La barella racconta la storia di solitudine, guarigione e salvezza
Martedì della IV settimana di Quaresima
Nella visione di Ezechiele, riportata nella prima lettura, dal lato destro del tempio esce l’acqua che forma un torrente la cui portata cresce sempre di più man mano che scorre. Non si tratta di acqua stagnante ma in movimento, è acqua viva. Dovunque giunge quest’acqua porta la vita. L’acqua viva e risanante è Gesù, che raggiunge chi sta ai margini della comunità o sulle sponde della vita ad aspettare il tempo opportuno della guarigione.
Anche la piscina delle pecore, fuori dell’area sacra del Tempio, era un luogo di sofferenza e di emarginazione. Gesù si fa prossimo ai molti infermi che stazionano sotto portici. Quello che dice a uno lo dice a tutti, anche a noi che in questi giorni siamo relegati in casa e non possiamo muoverci liberamente come eravamo abituati a fare e che comprendiamo quello che vivono anziani e malati che non hanno la possibilità di uscire. Nella solitudine scopriamo il bisogno della relazione e ci rendiamo conto anche di quante volte vi abbiamo rinunciato, soprattutto a quella di aiuto, per la pretesa dell’autonomia e dell’autosufficienza.
La domanda di Gesù: «vuoi guarire?» non è inutile perché quell’uomo, che giace ai bordi dell’invaso d’acqua, forse ha sepolto sotto una coltre di esperienze deludenti la speranza di essere guarito. Le delusioni possono spegnere i desideri e indurci al fatalismo e alla rassegnazione. La parola di Gesù rimotiva la nostra vita, fa balenare nuovamente un significato per cui continuare a vivere. La speranza, intesa come desiderio di vita, è l’unica forza interiore che sostiene l’autodeterminazione.
Il comando: «alzati, prendi la tua barella e cammina» è una parola che ordina di vivere e agisce nell’intimo della persona che, liberata dai vincoli che gli impedivano di muoversi, ha la capacità di mettere in pratica il comando.

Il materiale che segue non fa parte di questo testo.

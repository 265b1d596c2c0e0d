package readers

import (
	"math"
	"slices"
	"strconv"
	"strings"
)

// readCollection reads one state of a collection of files, each at a time. Files of one
// time are parts that belong together.
func (o *opener) readCollection(x *xmlFile, at branch) error {
	times, err := collectionTimes(x)
	if err != nil {
		return err
	}
	if len(times) == 0 {
		return placedAt(x.file, x.data, malformed("found no DataSet in the collection"))
	}
	o.model.Times = append(o.model.Times, times...)
	chosen, err := o.options.Time.pick(times)
	if err != nil {
		return placedAt(x.file, x.data, err)
	}
	o.model.Sources = append(o.model.Sources, x.file.source(x.format(), math.NaN()))
	at.time = times[chosen]
	var entries []*element
	for _, e := range x.data.children {
		if time, _ := timeOf(e); e.name == "DataSet" && time == times[chosen] {
			entries = append(entries, e)
		}
	}
	for _, e := range entries {
		f, err := o.follow(x.file, e.attribute("file"))
		if err != nil {
			return placedAt(x.file, e, err)
		}
		if o.isRepeated(f, at) {
			continue
		}
		inside := at
		if len(entries) > 1 || e.attribute("name") != "" {
			inside = o.part(e, at)
		}
		if err := o.read(f, inside); err != nil {
			return err
		}
	}
	return nil
}

// part returns the branch of one of several parts.
func (o *opener) part(e *element, at branch) branch {
	if len(at.stack) == 1 {
		at.name = ""
	}
	name := e.attribute("name")
	if name == "" {
		name = e.attribute("part")
	}
	if name == "" {
		name = "0"
	}
	if group := e.attribute("group"); group != "" {
		at = at.below(group)
	}
	inside := at.below(name)
	if o.blockNames[inside.name] {
		inside = at.below(name + "-" + strconv.Itoa(len(o.model.Blocks)))
	}
	return inside
}

// collectionTimes returns the times of a collection, rising, each once.
func collectionTimes(x *xmlFile) ([]float64, error) {
	var times []float64
	for _, e := range x.data.children {
		if e.name != "DataSet" {
			continue
		}
		time, err := timeOf(e)
		if err != nil {
			return nil, placedAt(x.file, e, err)
		}
		times = append(times, time)
	}
	slices.Sort(times)
	return slices.Compact(times), nil
}

// timeOf returns the time of an entry; one without any stands at 0.
func timeOf(e *element) (float64, error) {
	text, ok := e.get("timestep")
	if !ok || strings.TrimSpace(text) == "" {
		return 0, nil
	}
	time, err := parseFloat(strings.TrimSpace(text))
	if err != nil || math.IsNaN(time) {
		return 0, attributeError(e, "timestep", text, "a number")
	}
	return time, nil
}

Non sappiamo quale patologia abbia reso inferma quella persona, come spesso non abbiamo contezza di quale sia la causa dei nostri blocchi, ma sappiamo che qualsiasi malattia sia, è sanata attraverso la parola di Gesù. La relazione con Dio guarisce. La guarigione avviene nel mistero che ci abita, nella interiorità che appartiene a ciascuno. Lì dove si annida il male, spesso anonimo e oscuro, agisce Dio in modo tanto silenzioso quanto profondo. Lì dove il peso del peccato come un macigno schiaccia e chiude, la forza della Grazia di Dio rialza e spalanca il cuore alla vita.
Dietro la guarigione del corpo, che rende autonomo il malato, c’è la salvezza operata da Gesù che rende libero colui che ascolta la sua parola e la mette in pratica. La parola di Gesù è superiore alla legge perché essa dona il perdono che guarisce il cuore.
La persona guarita da un male la prima cosa che fa è lasciare e mettere da parte tutto ciò che le serviva durante la malattia. La barella, che per trentotto anni era stato l’unico strumento che gli permetteva di continuare ad andare alla piscina delle pecore nella speranza di essere guarito, ora viene portata come un segno per ricordare che la speranza non è legata alla fortuna ma ha il nome di una persona e che la vita non è una gara a chi arriva primo ma è un dono che non va sciupato col peccato che fa ricadere nella dipendenza.
Quando passerà la prova e potremo nuovamente andare dove desideriamo e fare liberamente quello che vogliamo, non archiviamo il passato come fosse qualcosa da dimenticare, ma ricordiamo che Dio sempre ci ama e ci solleva come su ali d’aquila, non però per ritornare a competere tra poveri e insuperbirci, ma per renderci più umili e amabili.
Auguro a tutti una serena giornata e vi benedico di cuore!